“And the LORD was not willing to forgive.” You ask, what is going on here? The LORD always forgives! And so we think with some good reason.

In Exodus 34 when God was introducing Himself more fully to Moses He said about Himself, “the LORD is a compassionate and gracious God, slow to anger and abounding in faithful love and truth, maintaining faithful love to a thousand generations, forgiving iniquity, rebellion, and sin” (Christian Study Bible).

There are plenty of other places in the Bible that show God to be willing to forgive. Just as a sample here are two in the New Testament--Acts 10:43 and Colossians 1:14: “Of Him all the prophets bear witness that through His name everyone who believes in Him receives forgiveness of sins” and “in whom we have redemption, the forgiveness of sins.” Christians depend on the God Who forgives.

So what is the deal here?

We really need to quote two verses, because they make up one sentence. 2 Kings 24:3-4: “Indeed, this happened to Judah at the LORD’s command to remove them from his presence. It was because of the sins of Manasseh, according to all he had done, and also because of all the innocent blood he had shed. He had filled Jerusalem with innocent blood, and the LORD was not willing to forgive.”

What happened? The beginning of the chapter relates that Babylon under Nebuchadnezzar attacked Judah in order to destroy it. Actually he attacked several times, and, as the rest of the chapter shows he took all the important and useful people along to Babylon when he returned. Judah was done, and it was because of divine judgment.

It’s in that setting that “the LORD was not willing to forgive.” God really is known for forgiving sin, and it is remarkable that in this one place He did not.

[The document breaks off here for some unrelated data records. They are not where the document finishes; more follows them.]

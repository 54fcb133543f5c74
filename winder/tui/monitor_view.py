"""The live winding monitor.

Left column: the turn count in large digits with progress against the planned
turns, speed and time left; the traverse (pass, direction, where the wire
should be now from the schedule, the guide position the device reports); the
build in the window section with a fill bar that warns at 90 % and 100 % of the
usable height. Right column: resistance estimated so far with its band, the
resistance chart (predicted curve, readings as points) and the event log.

The screen never reads the link: a fixed-rate timer (:data:`REFRESH_HZ`) takes
the newest :class:`~winder.tui.feed.Batch` from the control's feed and renders it.
"""

from __future__ import annotations

import time
from typing import Any

from rich.text import Text
from textual.app import ComposeResult
from textual.binding import Binding
from textual.containers import Horizontal, Vertical
from textual.screen import Screen
from textual.widgets import Digits, Footer, ProgressBar, RichLog, Static

from winder.errors import WinderError
from winder.tui.dialogs import CautionScreen, EntryDialog, ReadingDialog, ReadingEntry
from winder.tui.feed import Batch, LogLine, Status, WindControl
from winder.tui.progress import Figures, Reading, band_text, duration_text, figures, ohm_text
from winder.tui.widgets import ChartView, FillBar, GuideTrack, SectionView

REFRESH_HZ = 10.0
READOUT_EVERY = 3       # refresh ticks between updates of the numeric read-outs (about 3 Hz)

LINK_TEXT = {
    "offline": ("○ offline", "#8a94a6"),
    "connecting": ("◌ connecting", "#d9a440"),
    "connected": ("● connected", "#5fd7af"),
    "reconnecting": ("◌ reconnecting", "#d9a440"),
    "rebooted": ("● connected · device rebooted, count kept", "#d9a440"),
    "lost": ("✕ link lost: motor stop sent", "#ff5f5f"),
}
STATE_TEXT = {
    "idle": ("READY", "#8a94a6"), "running": ("WINDING", "#5fd7af"),
    "paused": ("PAUSED", "#d9a440"), "stopped": ("STOPPED", "#ff8f5f"),
    "done": ("DONE", "#6fa8c8"), "fault": ("FAULT", "#ff5f5f"),
}
LOG_STYLE = {"info": "#c0c6d0", "warn": "#d9a440", "error": "bold #ff5f5f",
             "reading": "#ffaf5f", "mark": "#6fa8c8", "link": "#b48ead"}


def _thousands(turns: float) -> str:
    return f"{int(turns):,}".replace(",", " ")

In this case it at least meant the end of a sovereign nation for more than two millennia.

Sometimes we try to soften the language, but there is no softening it here. It says that this happened at the LORD’s command. It was not only that He allowed this sorry outcome--He actually commanded it. And it says that they were not merely removed from the land, but they were also removed from His presence. No more relationship with God for those folks.

Now notice why this happened. Israel and Judah had been rebelling for a long time, but it reached the limit in the time of Manasseh. He ruled for fifty-five years. Can you imagine us having a certain president for that length of time? I can’t either. A president can do lots of evil in fifty-five years.

2 Kings 21 tells what Manasseh did as king. He was a master of idolatry, star-worship, witchcraft, divination, and child-sacrifice, to name a few. You name a religion, and he probably practiced it.

But notice what is singled out as his outstanding sin. He was skilled in executing people in the capital city of Jerusalem. At least he was skilled in executing people who were innocent. The amount of blood shed must be sizable when it says, “He had filled Jerusalem with innocent blood.” What is innocent blood? It is a reference to human executions of those who have not committed capital crimes.

We need to look closely at one word here, the word “forgive.” There are several words in biblical Hebrew for “forgive,” and each as its special nuance. The Theological Wordbook of the Old Testament says of this word that it “is used of God’s offer of pardon and forgiveness to the sinner. Never does this word in any of its forms refer to people forgiving each other.” So it is especially appropriate because it appears in a setting involving God and Judah.

Further, pardoning releases the person from the legal charges against him or her. Each of us needs that if we are to be welcome in heaven. But our text says that in this case that pardoning was absent.

We could look at the nations of the world and at our own. Do you think the time could come when God would no longer forgive? Some of us could probably agree. But this was not written so we could gaze far around the world and try to find someone who forfeits forgiveness; it was included in the history so we might examine ourselves individually. May the LORD have mercy on us so that we do not come to the time when He is unwilling to forgive us.